Zum Einsatz von Cannabis bei der MS-Therapie erklärte Herr Dr. Haller zunächst, dass bei jedem Menschen Cannabiraide Bestandteile im Gehirn seien. Der besondere Einsatz habe beim Patienten Funktionsverbesserungen auf die Spastik zur Folge und erhöhe das Wohlbefinden. Verordnen würde er Cannabis bei einem EDSS größer gleich 7 und dann, wenn diese Therapie zu objektiven Verbesserungen führe; an der Einführung als Dauertherapie werde "noch gearbeitet". Die positiven Folgen einer solchen Medikation zeigten sich aber nur bei jedem zweiten Patienten. Botox werde bei Spastik eingesetzt, um Unannehmlichkeiten (z.B. Aduptorenspastik) zu verbessern. Es werde aber nur zur Behandlung bestimmter Muskeln gegeben und obliege einer Gesamtdosisgrenze. Sowohl Cannabis als auch Botox würden im Off Label Use gegeben.

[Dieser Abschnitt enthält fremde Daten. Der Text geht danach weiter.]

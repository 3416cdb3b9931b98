"""The few distribution functions the fit, resampling and figure jobs use, from ``scipy.special``
— the functions ``scipy.stats`` itself evaluates for these distributions — with the argument
rules of ``scipy.stats`` (NaN for a parameter <= 0 or a NaN argument; the support's ends at
probabilities 0 and 1; 1 and 0 at the ends of the support for survival functions), so that
every value is the one ``scipy.stats`` returns (tests/test_distributions.py compares them,
edge cases included). Importing ``scipy.stats`` costs each workflow job about half a second of
CPU, most of it spent rewriting docstrings; these jobs need only this.

Use as ``from unbin.distributions import stats``: ``stats.chi2.sf(x, df)``,
``stats.chi2.ppf(q, df)``, ``stats.f.sf(x, dfn, dfd)``, ``stats.t.ppf(q, df)``,
``stats.norm.ppf(q)``, ``stats.norm.isf(q)``, ``stats.norm.pdf(x)``, ``stats.rankdata(a)``
(average ranks of the flattened array; all NaN when it holds a NaN).
"""

from __future__ import annotations

from collections.abc import Callable
from types import SimpleNamespace
from typing import Any

import numpy as np
from scipy import special

_NORM_PDF_C = np.sqrt(2 * np.pi)


def _prepare(x: Any, shapes: tuple[Any, ...]) -> tuple[np.ndarray, list[np.ndarray], np.ndarray]:
    x = np.asarray(x)
    x = np.asarray(x, dtype=np.promote_types(x.dtype, np.float64))
    arrays = np.broadcast_arrays(x, *(np.asarray(s) for s in shapes))
    ok = np.ones(arrays[0].shape, dtype=bool)
    for s in arrays[1:]:
        ok &= s > 0
    return arrays[0], list(arrays[1:]), ok


def _done(out: np.ndarray) -> Any:
    return out[()] if out.ndim == 0 else out


def _sf_positive(fn: Callable[..., Any]) -> Callable[..., Any]:
    """The survival function of a distribution on [0, inf) whose shape parameters are > 0."""
    def sf(x: Any, *shapes: Any) -> Any:
        x, s, ok = _prepare(x, shapes)
        out = np.zeros(x.shape, dtype=x.dtype)
        out[~ok | np.isnan(x)] = np.nan
        out[ok & (x <= 0)] = 1.0
        good = ok & (x > 0) & (x < np.inf)
        if good.any():
            out[good] = fn(*(a[good] for a in s), x[good])
        return _done(out)
    return sf


def _ppf(fn: Callable[..., Any], low: float, high: float) -> Callable[..., Any]:
    """The quantile function of a distribution on (low, high) whose shape parameters are > 0."""
    def ppf(q: Any, *shapes: Any) -> Any:
        q, s, ok = _prepare(q, shapes)
        out = np.full(q.shape, np.nan)
        out[ok & (q == 0)] = low
        out[ok & (q == 1)] = high
        good = ok & (q > 0) & (q < 1)
        if good.any():
            out[good] = fn(*(a[good] for a in s), q[good])
        return _done(out)
    return ppf


def _norm_isf(q: Any) -> Any:
    q, _, ok = _prepare(q, ())
    out = np.full(q.shape, np.nan)
    out[ok & (q == 0)] = np.inf
    out[ok & (q == 1)] = -np.inf
    good = ok & (q > 0) & (q < 1)
    if good.any():
        out[good] = -special.ndtri(q[good])
    return _done(out)


def _norm_pdf(x: Any) -> Any:
    x, _, _ = _prepare(x, ())
    out = np.exp(-x**2 / 2.0) / _NORM_PDF_C
    return _done(np.asarray(out, dtype=x.dtype))


def _rankdata(a: Any) -> np.ndarray:
    x = np.asarray(a).ravel()
    if x.dtype.kind == "f" and np.isnan(x).any():
        return np.full(x.size, np.nan)
    order = np.argsort(x, kind="mergesort")
    y = x[order]
    first = np.r_[True, y[1:] != y[:-1]]
    start = np.flatnonzero(first)
    count = np.diff(np.r_[start, x.size])
    average = start + (count + 1) / 2.0  # ranks start + 1 .. start + count
    ranks = np.empty(x.size)
    ranks[order] = np.repeat(average, count)
    return ranks


stats = SimpleNamespace(
    chi2=SimpleNamespace(sf=_sf_positive(special.chdtrc),
                         ppf=_ppf(lambda df, q: 2 * special.gammaincinv(df / 2, q), 0.0, np.inf)),
    f=SimpleNamespace(sf=_sf_positive(special.fdtrc)),
    t=SimpleNamespace(ppf=_ppf(special.stdtrit, -np.inf, np.inf)),
    norm=SimpleNamespace(ppf=_ppf(special.ndtri, -np.inf, np.inf), isf=_norm_isf, pdf=_norm_pdf),
    rankdata=_rankdata,
)
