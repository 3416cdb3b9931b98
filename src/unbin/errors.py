"""The error hierarchy of unbin. Every message says what the value was, what is wrong and how to fix it."""

from __future__ import annotations


class UnbinError(Exception):
    """Base class of every error unbin raises on purpose."""


class SpecError(UnbinError):
    """The spec (YAML) is malformed or inconsistent with the data. Holds one message per problem."""

    def __init__(self, problems: list[str] | str):
        self.problems = [problems] if isinstance(problems, str) else list(problems)
        super().__init__("\n".join(f"- {p}" for p in self.problems))


class DataError(UnbinError):
    """An extract cannot be read or a column does not hold what the spec says it should."""
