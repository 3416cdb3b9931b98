"""Discrimination of a fitted linear predictor: the C-index (AUC for binary outcomes, Harrell's C
for survival outcomes). Not defined here for count and continuous outcomes (NaN)."""

from __future__ import annotations

import numpy as np
from scipy import stats

from .models.base import Outcome


def auc(y: np.ndarray, score: np.ndarray) -> float:
    """Area under the ROC curve by the Mann–Whitney rank formula (ties count one half)."""
    y = np.asarray(y, dtype=bool)
    n1, n0 = int(y.sum()), int((~y).sum())
    if n1 == 0 or n0 == 0:
        return float("nan")
    ranks = stats.rankdata(score)
    return float((ranks[y].sum() - n1 * (n1 + 1) / 2) / (n1 * n0))


def c_index(outcome: Outcome, lp: np.ndarray | None) -> float:
    if lp is None:
        return float("nan")
    if outcome.family == "binary":
        return auc(outcome.y, lp)
    if outcome.family == "survival":
        from .cox import concordance

        assert outcome.time is not None
        return float(concordance(outcome.time, lp, outcome.y))
    return float("nan")
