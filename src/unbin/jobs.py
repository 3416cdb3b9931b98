"""What the workflow's jobs do, as plain functions (the rule scripts only call these).

``run_analysis_job`` fits one analysis on one cohort and writes its per-job tables;
``collect_tables`` concatenates every job's tables into the study-level tables. Questions never
read files; this module is where reading and writing happens.
"""

from __future__ import annotations

import logging
import traceback
from collections.abc import Callable
from pathlib import Path
from typing import Any

import pandas as pd

from .confounding import confounding_table
from .curves import curves_table, density_table
from .cutpoints import cutpoints_table
from .data import _type_problems, analysis_sample, extract_rows, file_sha256, read_extract
from .effects import effects_table
from .errors import DataError, UnbinError
from .fits import fits_table
from .information import information_table
from .provenance import provenance
from .ranges import ranges_table
from .refit import Refit, refit_analysis
from .replication import replication_table
from .spec import Spec, digest, load_spec
from .tables import read_table, write_table

log = logging.getLogger("unbin")

# Tables every (cohort, analysis) job writes, and the builder of each from the refit.
QUESTION_TABLES: dict[str, Callable[[Refit, Spec], pd.DataFrame]] = {
    "fits": lambda r, s: fits_table(r),
    "information": lambda r, s: information_table(r),
    "effects": lambda r, s: effects_table(r),
    "curves": lambda r, s: curves_table(r),
    "density": lambda r, s: density_table(r, s.min_cell),
    "ranges": ranges_table,
    "confounding": confounding_table,
    "cutpoints": cutpoints_table,
    "replication": replication_table,
}
JOB_TABLES: tuple[str, ...] = (*QUESTION_TABLES, "samples", "status")
STUDY_TABLES = JOB_TABLES


def input_record(spec: Spec, cohort: str) -> dict[str, Any]:
    c = spec.cohort(cohort)
    return {"cohort": cohort, "path": c.path_as_written, "sha256": file_sha256(c.path),
            "rows": extract_rows(c.path)}


def _keyed(df: pd.DataFrame, cohort: str, analysis: str) -> pd.DataFrame:
    df = df.copy()
    df.insert(0, "analysis", analysis)
    df.insert(0, "cohort", cohort)
    return df


def analyse(spec: Spec, cohort: str, analysis: str,
            frame: pd.DataFrame) -> tuple[dict[str, pd.DataFrame], dict[str, Any]]:
    """Every question's table for one analysis on one cohort's rows, plus its status record.

    Problems of this analysis (bad data, empty sample, a failing question) are recorded in the
    status, never raised: the other analyses must complete.
    """
    a = spec.analysis(analysis)
    status: dict[str, Any] = {"status": "ok", "message": "", "n_input": len(frame), "n_used": 0,
                              "family": a.family, "exposure": a.exposure}
    tables: dict[str, pd.DataFrame] = {}
    samples = pd.DataFrame({"step": pd.Series(dtype=str), "rows": pd.Series(dtype="int64")})
    try:
        problems = _type_problems(a, frame, spec)
        if problems:
            raise DataError(" ".join(problems))
        sample = analysis_sample(frame, a, spec)
        samples = pd.DataFrame(
            [("rows in extract", sample.n_input)]
            + [(f"dropped: {reason}", n) for reason, n in sample.dropped]
            + [("analysis sample", sample.n)], columns=["step", "rows"])
        status["n_used"] = sample.n
        if sample.n < 10:
            raise DataError(f"only {sample.n} rows are left after filters and complete cases; "
                            "check the filters and missing values (see samples.parquet).")
        refit = refit_analysis(sample, a, spec, cohort)
        failed = [f"{f.form}/{f.adjustment}: {f.result.message}" for f in refit.fits
                  if not f.result.ok and f.selected]
        for name, build in QUESTION_TABLES.items():
            tables[name] = build(refit, spec)
        notes = refit.messages + failed
        if failed:
            status["status"] = "partial"
        status["message"] = " | ".join(dict.fromkeys(notes))
    except UnbinError as exc:
        status.update(status="failed", message=str(exc))
        tables = {}
    except Exception as exc:  # an internal error must not stop the other analyses
        log.error("internal error in %s/%s:\n%s", cohort, analysis, traceback.format_exc())
        status.update(status="error",
                      message=f"internal error ({type(exc).__name__}: {exc}); please report it "
                              "with the log file of this job.")
        tables = {}
    tables["samples"] = samples
    tables["status"] = pd.DataFrame([status])
    return tables, status


def run_analysis_job(spec_path: str | Path, cohort: str, analysis: str,
                     outdir: str | Path) -> dict[str, Any]:
    spec = load_spec(spec_path)
    a = spec.analysis(analysis)
    rec = input_record(spec, cohort)
    prov_base = dict(inputs=[rec], spec_digest=digest(spec.slice_for(analysis)), seed=spec.seed,
                     study=spec.study)
    try:
        frame = read_extract(spec.cohort(cohort).path, a.columns)
    except UnbinError as exc:
        frame = pd.DataFrame()
        tables = {"samples": pd.DataFrame({"step": pd.Series(dtype=str),
                                           "rows": pd.Series(dtype="int64")}),
                  "status": pd.DataFrame([{"status": "failed", "message": str(exc), "n_input": 0,
                                           "n_used": 0, "family": a.family,
                                           "exposure": a.exposure}])}
        status = tables["status"].iloc[0].to_dict()
    else:
        tables, status = analyse(spec, cohort, analysis, frame)
    out = Path(outdir)
    for name in JOB_TABLES:
        df = tables.get(name, pd.DataFrame())
        write_table(_keyed(df, cohort, analysis), out / f"{name}.parquet",
                    provenance(table=name, **prov_base))  # type: ignore[arg-type]
    log.info("%s/%s: %s %s", cohort, analysis, status["status"], status["message"])
    return status


def collect_tables(spec_path: str | Path, work: str | Path, tables_dir: str | Path) -> None:
    spec = load_spec(spec_path)
    inputs = [input_record(spec, c.name) for c in spec.cohorts]
    for name in STUDY_TABLES:
        parts = []
        for c in spec.cohorts:
            for a in spec.analyses:
                df = read_table(Path(work) / c.name / a.name / f"{name}.parquet")
                if len(df):
                    parts.append(df)
        if parts:
            out = pd.concat(parts, ignore_index=True)
        else:
            out = pd.DataFrame({"cohort": pd.Series(dtype=str),
                                "analysis": pd.Series(dtype=str)})
        write_table(out, Path(tables_dir) / f"{name}.parquet",
                    provenance(inputs, digest(spec.raw), spec.seed, name, spec.study))
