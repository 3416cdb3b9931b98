"""unbin: refit legacy grouped analyses of continuous predictors on the continuous scale."""

__version__ = "0.1.0"
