# From this many rows the places of :func:`threshold_counts` are counted by one compiled pass
# (``unbin.models.compiled.threshold_counts``) instead of ``searchsorted`` and ``bincount``
# (DEVELOPERS.md, "Compiled kernels").
THRESHOLD_COUNTS_FROM_ROWS = 50_000


def threshold_counts(y: np.ndarray, risk: np.ndarray, thresholds: np.ndarray,
                     counts: np.ndarray | None = None) -> tuple[np.ndarray, np.ndarray, int]:
    """(events, non-events, n): the rows (or, with ``counts``, the copies of the rows: row i
    repeated ``counts[i]`` times) whose ``risk`` is at or above each threshold, by outcome
    ``y`` (bool), and all the rows (copies). One pass for every threshold: each row's place
    among the sorted thresholds (how many are at or below its risk, a binary search; a risk
    equal to a threshold is at or above it) is counted by outcome, and the rows at or above
    the j-th threshold are those with a place beyond j, a running sum from the top. A risk that
    is not a number (a prediction that overflowed) leaves the rule undefined: every count is
    NaN, so its net benefit is NaN rather than counting that row as treated at every threshold.
    Whole numbers (below 2^53 also as float sums): exact in any order."""
    thresholds = np.asarray(thresholds, dtype=float)
    n_t = thresholds.size
    if np.isnan(risk).any():
        n_rows = int(y.size) if counts is None else int(round(float(np.sum(counts))))
        return np.full(n_t, np.nan), np.full(n_t, np.nan), n_rows
    up = np.argsort(thresholds, kind="stable")
    c = None if counts is None else np.asarray(counts)
    n = int(y.size) if c is None else int(round(float(c.sum())))
    if n_t and wanted(y.size, THRESHOLD_COUNTS_FROM_ROWS) and (c is None or c.dtype.kind in "iu"):
        from ..models.compiled.threshold_counts import place_counts

        weights = np.zeros(0, dtype=np.int64) if c is None else c.astype(np.int64, copy=False)
        hist = place_counts(np.ascontiguousarray(thresholds[up]), risk, y, weights)
    else:
        place = np.searchsorted(thresholds[up], risk, side="right")
        key = 2 * place + y  # (place, outcome) -> one bin
        hist = np.bincount(key, weights=c, minlength=2 * (n_t + 1)).reshape(n_t + 1, 2)
    events, others = _at_or_above(hist, up)
    return events, others, n
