def _weighted_pairs(T: TimeOrder, w: np.ndarray, sc: _Scratch) -> int:
    """The comparable pairs of :class:`TimeOrder` with every pair counted w_i w_j (``w`` in
    time order): each event with the later rows of its stratum, less the events tied in time,
    less the pairs delayed entry takes out."""
    assert T.events is not None and T.events_end is not None
    ev, end = T.events, T.events_end
    cw = np.cumsum(w, out=sc.get("s1", w.size, np.int64))  # (inclusive)
    total = int(np.dot(w[ev], cw[end - 1] - cw[ev]))
    if T.tied_slots.size:
        starts = np.flatnonzero(np.r_[True, T.tied_grp[1:] != T.tied_grp[:-1]])
        total -= _pairs_within_runs(starts, w[T.tied_slots], T.tied_slots.size)
    if T.late is not None:
        L = T.late
        m = L.row.size
        wl = np.take(w, L.row, out=sc.get("s2", m, np.int64))
        entries = np.multiply(wl, ~L.is_event, out=sc.get("s3", m, np.int64))
        ce = np.cumsum(entries, out=entries)  # entry counts so far (inclusive)
        at = np.flatnonzero(L.is_event)
        total -= int(np.dot(wl[at], ce[L.last[at] - 1] - ce[at]))
    return total


_SORT_BY_STRATUM = 64  # up to this many strata, each stratum's scores are sorted apart


def _ordered_bits(score: np.ndarray) -> np.ndarray:
    """64-bit integers in the order of the (finite or infinite, not NaN) scores, equal exactly
    where the scores are equal: the IEEE bits, with every bit but the sign flipped for
    negative numbers, after -0.0 is made 0.0 (-0.0 + 0.0 = 0.0). numpy's stable sort of
    64-bit integers is about a quarter faster than of doubles, with the same result."""
    bits = np.add(score, 0.0).view(np.int64)
    bits ^= (bits >> 63) & np.int64(0x7FFFFFFFFFFFFFFF)
    return bits


# Scores on a grid of 1e-10 (the C index compares linear predictors rounded to 10 decimals)
# and below _GRID_TOP in size are sorted as whole numbers score x 1e10 (below 2^48: up to
# three stable 16-bit radix passes, radix.stable_order, about twice as fast as numpy's stable
# sort of 64-bit keys);
# _grid_order checks that no two different scores share a number, else the scores are sorted
# as they are.
_GRID_SCALE = 1e10
_GRID_TOP = 1e4


def _grid_key(score: np.ndarray) -> np.ndarray | None:
    """``rint(score x 1e10)`` less its smallest value, as non-negative whole numbers below 2^48
    (None where the scores are too large for that or not finite). Multiplying by a positive
    number and rounding never reverse two scores' order, so sorted by these numbers the scores
    are sorted, provided no two different scores got the same number (see _grid_order)."""
    if score.size == 0:
        return None
    lo, hi = float(score.min()), float(score.max())
    if not (-_GRID_TOP < lo and hi < _GRID_TOP):
        return None
    key = np.rint(score * _GRID_SCALE).astype(np.int64)
    key -= np.int64(np.rint(lo * _GRID_SCALE))
    return key


def _grid_order(key: np.ndarray, score: np.ndarray, compiled: bool = False
                ) -> np.ndarray | None:
    """The stable order of ``key`` (< 2^48) by 16-bit radix passes (``radix.stable_order``;
    ``compiled``: by the compiled 12-bit radix sort, ``compiled.score_order.stable_order48``,
    the same order); None when two different scores share a key (adjacent in that order with
    equal keys but unequal scores), so that the order is not the scores' own."""
    if compiled:
        from ..compiled.score_order import stable_order48

        order, k = stable_order48(key)
    else:
        order = stable_order(key)
        k = np.take(key, order)
    s = np.take(score, order)
    if not np.array_equal(k[1:] == k[:-1], s[1:] == s[:-1]):
        return None
    return order


# From this many rows of the sample (not of one stratum's run) the grid scores are sorted by
# the compiled radix sort (``compiled.score_order.stable_order48``).
GRID_ORDER_FROM_ROWS = 50_000


def _by_key(score: np.ndarray, stratum: np.ndarray | None, itype: Any) -> np.ndarray:
    """Positions sorted by (stratum, score), ties by position; ``stratum`` non-decreasing (the
    time order's). With few strata each stratum's run of positions is sorted by itself
    (shorter sorts); else one sort by score and a stable (radix) sort by stratum. Scores on
    the C index's grid are sorted as whole numbers (``_grid_key``)."""
    key = _grid_key(score)
    if key is not None:
        pos = _by_grid(key, score, stratum, itype,
                       wanted(score.size, GRID_ORDER_FROM_ROWS))
        if pos is not None:
            return pos
    score = _ordered_bits(score)
    if stratum is not None:
        cuts = np.flatnonzero(stratum[1:] != stratum[:-1]) + 1
        if cuts.size < _SORT_BY_STRATUM:
            pos = np.empty(score.size, dtype=itype)
            for a, b in zip(np.r_[0, cuts], np.r_[cuts, score.size], strict=True):
                np.add(np.argsort(score[a:b], kind="stable"), a, out=pos[a:b])
            return pos
    pos = np.argsort(score, kind="stable")
    if stratum is not None:
        pos = pos[np.argsort(stratum[pos], kind="stable")]
    return pos.astype(itype)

Abschließend war zum allgemeinen Interesse zu erfahren, dass Herr Dr. Haller trotz seines Eintritts in den Ruhestand glücklicherweise dem Symposium weiter zur Verfügung stehen wird. So verabschiedeten sich alle Teilnehmer auf ein Wiedersehen zum 7. Osnabrücker MS-Symposium im Mai 2006.